In recent years, deep neural networks (DNNs) have seen enormous success in big data-driven applications such as image and speech classification, natural language processing, and health sciences [5, 11]. However, DNNs typically require hundreds of megabytes of memory and billions of flops per inference, making them challenging to deploy in resource-limited environments. Researchers have lately been devoting considerable efforts to the development of low-precision networks for memory and computational savings that nearly maintain full-precision network performance. Quantization—an efficient means of producing low-precision DNNs—gives rise to interesting mathematical issues.

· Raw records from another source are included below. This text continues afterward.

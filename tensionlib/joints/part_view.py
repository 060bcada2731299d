"""A part by itself, true to scale: a leg or web opened flat, a gusset, a cover plate.

It shows the part's outline, its holes by their marks, the net section that governs and the block
that tears out first; each by line style, hatching and legend, none by colour alone. Coordinates
are the part's own, in mm: x along the force, y across it and upwards.
"""

from __future__ import annotations

from collections.abc import Sequence
from dataclasses import dataclass
from itertools import pairwise

from tensionlib.joints.parts import Opening
from tensionlib.joints.scene import (
    TEXT_HEIGHT,
    Circle,
    Curve,
    Item,
    Line,
    Point,
    Scene,
    Style,
    Text,
    chain_x,
    chain_y,
    support_strokes,
    text_width,
)

SHEET = 160.0
_WIDE, _TALL = 112.0, 58.0
_LEFT, _TOP = 34.0, 15.0
_HATCH = 2.4


@dataclass(frozen=True)
class Segment:
    """A piece of a failure surface: "shear" or "tension" from one point to another."""

    kind: str
    start: Point
    end: Point


@dataclass(frozen=True)
class PartView:
    """What a part's drawing shows.

    `cut` are the edges of the outline, by the index of their first corner, where the drawing
    breaks off and the part goes on, `held` those welded to a support. `folds` are lines along the
    force with a word each. `net` is the net section that governs, from edge to edge, `block` the
    pieces of the tear-out block and `torn` the area it takes out; the labels say what they are.
    `along` and `across` are stops of dimension chains.
    """

    title: str
    outline: tuple[Point, ...]
    cut: tuple[int, ...] = ()
    held: tuple[int, ...] = ()
    folds: tuple[tuple[float, str], ...] = ()
    holes: tuple[Opening, ...] = ()
    net: tuple[Point, ...] = ()
    net_label: str = ""
    block: tuple[Segment, ...] = ()
    torn: tuple[tuple[Point, ...], ...] = ()
    block_labels: tuple[str, ...] = ()
    along: tuple[float, ...] = ()
    across: tuple[float, ...] = ()
    notes: tuple[str, ...] = ()

    @property
    def box(self) -> tuple[float, float, float, float]:
        """Left, bottom, right, top of the outline."""
        xs, ys = [x for x, _ in self.outline], [y for _, y in self.outline]
        return min(xs), min(ys), max(xs), max(ys)


def describe_part(view: PartView) -> str:
    """The drawing in words, for who cannot see it."""
    holes = "; ".join(
        f"hole {h.mark} of {_size(h)} at {h.x:.5g} along and {h.y:.5g} across"
        + ("" if h.bolt else ", no bolt")
        for h in view.holes
    )
    said = [view.title + ", to scale, mm", holes, view.net_label, *view.block_labels, *view.notes]
    return "; ".join(part for part in said if part) + "."


def _size(hole: Opening) -> str:
    if hole.along == hole.across:
        return f"{hole.across:g} mm"
    return f"{hole.along:g} by {hole.across:g} mm"


def part_scene(view: PartView) -> Scene:
    """The drawing on a sheet 160 mm wide."""
    return _Drawing(view).scene()


class _Drawing:
    def __init__(self, view: PartView) -> None:
        self.view = view
        left, bottom, right, top = view.box
        self.scale = min(_WIDE / (right - left), _TALL / (top - bottom))
        self.x_0, self.y_0 = left, top
        self.bottom = _TOP + (top - bottom) * self.scale
        self.items: list[Item] = []

    def at(self, x: float, y: float) -> Point:
        return _LEFT + (x - self.x_0) * self.scale, _TOP + (self.y_0 - y) * self.scale

    def scene(self) -> Scene:
        view = self.view
        self.items.append(Line(tuple(self.at(*p) for p in view.outline), "gusset", closed=True))
        for torn in view.torn:
            points, edges = [self.at(*p) for p in torn], [self.at(*p) for p in view.outline]
            self.items += [Line(stroke, "hatch") for stroke in hatch(points, _HATCH, edges)]
        self._edges()
        for y, word in view.folds:
            left, _, right, _ = view.box
            self.items.append(Line((self.at(left, y), self.at(right, y)), "centre"))
            x, at = self.at(right, y)
            self.items.append(Text(x + 1.5, at + 0.3 * TEXT_HEIGHT, word))
        for piece in view.block:
            style: Style = "shear" if piece.kind == "shear" else "tension"
            self.items.append(Line((self.at(*piece.start), self.at(*piece.end)), style))
        if view.net:
            self.items.append(Line(tuple(self.at(*p) for p in view.net), "net"))
        self._holes()
        low = self._dimensions()
        low = self._legend(low + 3.0)
        title = Text(2.0, 5.2, view.title, bold=True)
        return Scene(SHEET, low + 2.0, (*self.items, title))

    def _edges(self) -> None:
        corners = [self.at(*p) for p in self.view.outline]
        for i, start in enumerate(corners):
            end = corners[(i + 1) % len(corners)]
            style: Style = "break" if i in self.view.cut else "member"
            if i in self.view.held:
                style = "weld"
                self.items += support_strokes(start, end, corners)
            self.items.append(Line((start, end), style))

    def _holes(self) -> None:
        marks: list[Text] = []
        for hole in self.view.holes:
            x, y = self.at(hole.x, hole.y)
            along, across = hole.along / 2 * self.scale, hole.across / 2 * self.scale
            if hole.along == hole.across:
                self.items.append(Circle(x, y, along, "bolt"))
            else:
                self.items.append(Curve(_slot(x, y, along, across), "bolt"))
            if not hole.bolt:
                d = 0.7071 * min(along, across)
                self.items.append(Line(((x - d, y - d), (x + d, y + d)), "break"))
                self.items.append(Line(((x - d, y + d), (x + d, y - d)), "break"))
            marks.append(self._mark(hole, x, y, max(along, across), marks))
        self.items += marks

    def _mark(self, hole: Opening, x: float, y: float, r: float, taken: Sequence[Text]) -> Text:
        """The hole's mark beside it, where it meets neither a hole nor another mark."""
        height, width = TEXT_HEIGHT, text_width(hole.mark)
        discs = [
            (*self.at(h.x, h.y), max(h.along, h.across) / 2 * self.scale) for h in self.view.holes
        ]
        places = []
        for out in (0.9, 3.0, 6.0, 10.0):
            d = r + out
            places += [
                Text(x + d, y - d + 0.3 * height, hole.mark),
                Text(x - d - width, y - d + 0.3 * height, hole.mark),
                Text(x + d, y + d + 0.4 * height, hole.mark),
                Text(x - d - width, y + d + 0.4 * height, hole.mark),
            ]
        for place in places:
            box = place.box()
            if any(_meet(box, other.box()) for other in taken):
                continue
            if any(_meet(box, (cx - q, cy - q, cx + q, cy + q)) for cx, cy, q in discs):
                continue
            return place
        return places[-4]

    def _dimensions(self) -> float:
        view = self.view
        low = self.bottom
        if len(view.along) > 1:
            stops = [self.at(x, 0.0)[0] for x in view.along]
            labels = [f"{b - a:.5g}" for a, b in pairwise(view.along)]
            chain = chain_x(self.bottom + 7.0, self.bottom, stops, labels)
            self.items.append(chain)
            low = self.bottom + (15.0 if chain.leaders else 9.0)
        if len(view.across) > 1:
            sizes = sorted(view.across, reverse=True)
            stops = [self.at(0.0, y)[1] for y in sizes]
            labels = [f"{a - b:.5g}" for a, b in pairwise(sizes)]
            self.items.append(chain_y(_LEFT - 8.0, _LEFT, stops, labels))
        return low

    def _legend(self, y: float) -> float:
        view = self.view
        rows: list[tuple[Style | None, str]] = []
        if view.net_label:
            rows.append(("net", view.net_label))
        kinds = {piece.kind for piece in view.block}
        if "shear" in kinds:
            rows.append(("shear", "block, in shear"))
        if "tension" in kinds:
            rows.append(("tension", "block, in tension"))
        rows += [("hatch", label) for label in view.block_labels]
        if view.held:
            rows.append((None, "edge with strokes: held by the support"))
        if any(not hole.bolt for hole in view.holes):
            rows.append((None, "crossed holes: no bolt"))
        rows += [(None, note) for note in view.notes]
        for style, word in rows:
            y += 1.35 * TEXT_HEIGHT
            middle = y - 0.32 * TEXT_HEIGHT
            if style == "hatch":
                box = [(6.0, middle - 2), (20.0, middle - 2), (20.0, middle + 2), (6.0, middle + 2)]
                self.items += [Line(stroke, "hatch") for stroke in hatch(box, _HATCH)]
            elif style is not None:
                self.items.append(Line(((6.0, middle), (20.0, middle)), style))
            self.items.append(Text(24.0, y, word))
        return y


def _meet(a: tuple[float, ...], b: tuple[float, ...]) -> bool:
    gap = 0.3
    return a[0] < b[2] + gap and b[0] < a[2] + gap and a[1] < b[3] + gap and b[1] < a[3] + gap


def _slot(x: float, y: float, along: float, across: float) -> tuple[tuple[float, ...], ...]:
    """A slot with round ends as the steps of a Curve."""
    if along >= across:
        r, d = across, along - across
        return (
            (x - d, y - r),
            (x + d, y - r),
            (x + d, y + r, r, 0.0),
            (x - d, y + r),
            (x - d, y - r, r, 0.0),
        )
    r, d = along, across - along
    return (
        (x + r, y - d),
        (x + r, y + d),
        (x - r, y + d, r, 0.0),
        (x - r, y - d),
        (x + r, y - d, r, 0.0),
    )


def hatch(
    polygon: Sequence[Point], spacing: float, within: Sequence[Point] = ()
) -> list[tuple[Point, Point]]:
    """Lines at 45 degrees inside a polygon, and inside another one where given, `spacing` apart."""
    step = spacing * 2.0**0.5
    sums = [x + y for x, y in polygon]
    strokes = []
    k = int(min(sums) // step) + 1
    while k * step < max(sums):
        c = k * step
        spans = _spans(polygon, c)
        if within:
            others = _spans(within, c)
            spans = [(max(a, u), min(b, v)) for a, b in spans for u, v in others]
        strokes += [((a, c - a), (b, c - b)) for a, b in spans if b > a]
        k += 1
    return strokes


def _spans(polygon: Sequence[Point], c: float) -> list[tuple[float, float]]:
    """Where the line x + y = c runs inside a polygon, by x."""
    met = []
    for (x1, y1), (x2, y2) in zip(polygon, [*polygon[1:], polygon[0]], strict=True):
        a, b = x1 + y1 - c, x2 + y2 - c
        if (a > 0) != (b > 0):
            met.append(x1 + a / (a - b) * (x2 - x1))
    met.sort()
    return [(met[i], met[i + 1]) for i in range(0, len(met) - 1, 2)]
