@dataclass(frozen=True)
class GussetShape:
    """The outline of a gusset in its own axes.

    Parameters
    ----------
    corners : sequence of (length, length)
        In turn round the outline either way, three or more.
    supported : sequence of int
        Edges held by the beam or column, counted from 0; edge i runs from corner i to the next.
    member_at : (length, length)
        Where the member's end lies on the line of its bolts, or in the middle of its welds.
    angle : angle
        From the x axis to the member's direction, from the gusset towards its body.

    Raises
    ------
    InputError
        For fewer than three corners, a corner that stands twice, edges that cross or touch, a
        supported edge that is not there or stands twice, or a member whose end does not lie inside
        the gusset.
    """

    corners: Sequence[tuple[Length, Length]]
    supported: Sequence[int]
    member_at: tuple[Length, Length]
    angle: Quantity | str

    def __post_init__(self) -> None:
        def pair(name: str, value: object) -> tuple[Quantity, Quantity]:
            if not isinstance(value, tuple | list) or len(value) != 2:
                raise InputError(f"{name}: got {value!r}; two lengths are due")
            first, second = (door(name, each, LENGTH, example="120 mm") for each in value)
            return first, second

        for name in ("corners", "supported"):
            value = getattr(self, name)
            if not isinstance(value, Sequence) or isinstance(value, str):
                raise InputError(f"{name}: got {value!r}; a list or tuple is due")
        corners = tuple(pair(f"corner {i}", each) for i, each in enumerate(self.corners))
        if len(corners) < 3:
            raise InputError(f"corners: got {len(corners)}; three or more are due")
        object.__setattr__(self, "corners", corners)
        object.__setattr__(self, "member_at", pair("member_at", self.member_at))
        object.__setattr__(self, "angle", door("angle", self.angle, ANGLE, example="40 deg"))
        last = len(corners) - 1
        for edge in self.supported:
            if not isinstance(edge, Integral) or isinstance(edge, bool) or not 0 <= edge <= last:
                raise InputError(f"supported: got {edge!r}; edges are counted 0 to {last}")
        held = tuple(int(edge) for edge in self.supported)
        for edge in held:
            if held.count(edge) > 1:
                raise InputError(f"supported: edge {edge} stands twice; give each edge once")
        object.__setattr__(self, "supported", held)
        # In the gusset's own axes, so that no turning blurs what touches.
        _check_outline([(in_mm(x), in_mm(y)) for x, y in corners])
        if not _inside(self.outline, (0.0, 0.0)) or self._nearest((0.0, 0.0)).distance < _SAME:
            x, y = self.member_at
            raise InputError(
                f"member_at: got ({x}, {y}), on the gusset's edge or outside; the member's end"
                " lies inside the gusset's outline"
            )

    @cached_property
    def outline(self) -> tuple[Point, ...]:
        """The corners in end coordinates, in their order."""
        turn = float(door("angle", self.angle, ANGLE).internal)
        cos, sin = math.cos(turn), math.sin(turn)
        x_0, y_0 = map(in_mm, self.member_at)
        out = []
        for x, y in self.corners:
            dx, dy = in_mm(x) - x_0, in_mm(y) - y_0
            out.append((dx * cos + dy * sin, -dx * sin + dy * cos))
        return tuple(out)

    def edge(self, i: int) -> tuple[Point, Point]:
        """Ends of an edge in end coordinates."""
        corners = self.outline
        return corners[i], corners[(i + 1) % len(corners)]

    def ray(self, u: float, v: float, du: float, dv: float) -> Hit:
        """From a point of the gusset, in a direction of unit length, to where the gusset ends.

        A ray that only touches a corner goes on, and so does one along an edge that its point lies
        on; one that comes to an edge and would run along it ends there. One that leaves where a
        free and a supported edge meet leaves through the free one.

        Raises
        ------
        InputError
            For a point that is not on the gusset.
        """
        if not self._holds((u, v)):
            raise InputError(f"gusset: the point ({u:g}, {v:g}) mm is not on it")
        met = []
        for i in range(len(self.outline)):
            (a, b), (c, d) = self.edge(i)
            eu, ev = c - a, d - b
            cross = du * ev - dv * eu
            if abs(cross) < _TINY:
                continue
            t = ((a - u) * ev - (b - v) * eu) / cross
            s = ((a - u) * dv - (b - v) * du) / cross
            if t > -_SAME and -_TINY <= s <= 1 + _TINY:
                met.append(Hit(max(t, 0.0), i))
        met.sort(key=lambda hit: hit.distance)
        for k, hit in enumerate(met):
            there = [h for h in met if abs(h.distance - hit.distance) < _SAME]
            beyond = [h.distance for h in met[k:] if h not in there]
            if beyond:
                middle = (hit.distance + beyond[0]) / 2
                on_the_way = (u + middle * du, v + middle * dv)
                if self._holds(on_the_way) and not self._on_edge(on_the_way, hit):
                    continue
            return min(there, key=lambda h: h.edge in self.supported)
        # Off the outline by less than counts, and leaving.
        return Hit(0.0, self._nearest((u, v)).edge)

    def _on_edge(self, point: Point, hit: Hit) -> bool:
        """Whether a ray that has met the outline runs on along an edge: no plate lies beside it."""
        return hit.distance > _SAME and self._nearest(point).distance < _SAME

    def _nearest(self, point: Point) -> Hit:
        """The edge nearest to a point."""
        apart = [_apart(point, *self.edge(i)) for i in range(len(self.outline))]
        return Hit(min(apart), apart.index(min(apart)))

    def _holds(self, point: Point) -> bool:
        """Whether a point is on the gusset, its edges included."""
        return _inside(self.outline, point) or self._nearest(point).distance < _SAME

    def _what(self, edge: int) -> str:
        return "support" if edge in self.supported else "free edge"

    def width(self, starts: Sequence[Point], u_last: float) -> Width:
        """The width at u = `u_last` over which the force spreads at 30 degrees from `starts`.

        It counts no farther than the outline does on the line across, nor than the least that the
        outline leaves of the spread on its way there; a supported edge cuts it as a free one does.

        Raises
        ------
        InputError
            Where there is no plate in the middle of the line across, or none that the force
            reaches straight from where it starts.
        """
        low, high = _bounds(starts, u_last)
        middle = min(max(0.0, low), high)
        ends, cuts = [], []
        for sign, limit in ((-1.0, low), (1.0, high)):
            start = max(starts, key=lambda at: sign * at[1] + (at[0] - u_last) * _TAN_30)
            line = self.ray(u_last, middle, 0.0, sign)
            found = [(middle + sign * line.distance, line.edge)]
            for i in range(len(self.outline)):
                depth = _least_depth(*self.edge(i), start, (u_last, middle), sign)
                if depth is not None:
                    found.append((start[1] + sign * depth, i))
            at, edge = min(found, key=lambda each: sign * each[0])
            cut = sign * at < sign * limit - _TINY
            ends.append(at if cut else limit)
            cuts.append(self._what(edge) if cut else "")
        if any(cuts) and ends[1] - ends[0] < _SAME:
            raise InputError(
                f"gusset: its outline leaves no width for the force at u = {u_last:g} mm; plate is"
                " due all the way along the joint"
            )
        return Width(ends[0], ends[1], cuts[0], cuts[1])

    def strips(
        self, u_last: float, width: Width
    ) -> tuple[float | None, float | None, float | None]:
        """Along the member back to the support from the low end, the middle and the high end of
        the width; None where a free edge comes first."""
        ends = (width.low, (width.low + width.high) / 2, width.high)
        hits = [self.ray(u_last, v, -1.0, 0.0) for v in ends]
        first, second, third = (
            hit.distance if hit.edge in self.supported else None for hit in hits
        )
        return first, second, third

    def free_edges(self) -> list[tuple[int, float]]:
        """Each edge that is not supported, with its length; edges that go straight on from one
        another are one, under the number of the first."""
        n = len(self.outline)
        free = [i for i in range(n) if i not in self.supported]
        found: dict[int, float] = {}
        for i in free:
            first = i
            while (before := (first - 1) % n) in free and before != i:
                if not self._straight(before, first):
                    break
                first = before
            found[first] = found.get(first, 0.0) + math.dist(*self.edge(i))
        return list(found.items())

    def _straight(self, i: int, j: int) -> bool:
        """Whether edge j goes straight on from edge i."""
        (start, corner), (_, end) = self.edge(i), self.edge(j)
        return _apart(corner, start, end) < _SAME

    def edge_distance(self, u: float, v: float) -> float:
        """From a point square to the nearest free edge, which may lie askew to the force; infinite
        where no edge is free."""
        free = [i for i in range(len(self.outline)) if i not in self.supported]
        return min((_apart((u, v), *self.edge(i)) for i in free), default=math.inf)

    def support_runs(self) -> list[SupportRun]:
        """Each supported edge and what a unit tension along +u on v = 0 puts on it."""
        out = []
        for i in self.supported:
            (a, b), (c, d) = self.edge(i)
            length = math.hypot(c - a, d - b)
            eu, ev = (c - a) / length, (d - b) / length
            # Moment of the force about the edge's middle; the lever turns it into the square part.
            moment = (b + d) / 2
            square = abs(ev)
            out.append(SupportRun(i, length, abs(eu), square, abs(moment)))
        return out

    @cached_property
    def across(self) -> tuple[float, float]:
        """Extent of the outline across the force."""
        vs = [v for _, v in self.outline]
        return min(vs), max(vs)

DNNs act on an input vector $$v$$ by repeated composition, written as $$F(v) = A_{L}(F_{L-1}(\cdots F_2(F_1(v))))+\, b_{L}$$, where $$F_l(\cdot)=\max(A_l \cdot + \, b_l,0)$$ ; the nonlinearity is the so-called ReLU function, $$A_l$$ represents the weight matrices, and $$b_l$$ refers to the bias vectors. For image and sound data, $$A_l$$ filters and extracts multiscale features from low to high levels across hidden layers $$(l\leq L-1)$$. The output $$F(v)$$ is normalized into class probabilities for a classification task . These DNNs are termed convolutional neural networks (CNNs) because $$A_l$$ performs convolutions [5, 11]. Given labeled samples $$(v^{(n)},u^{(n)})$$, network training minimizes the empirical risk: $$N^{-1} \sum_{n=1}^{N} \, \ell\, ( F(v^{(n)}); u^{(n)})$$. Here $$\ell (\cdot\, ;u)$$ is a smooth function that measures the discrepancy between the network-predicted label from input $$v^{(n)}$$ and the true label $$u^{(n)}$$. Use of stochastic gradient descent (SGD)—a variant of the gradient descent method based on small batches of a large training data set—achieves the minimization [5, 11]. For simplicity, we ignore the forthcoming bias vectors.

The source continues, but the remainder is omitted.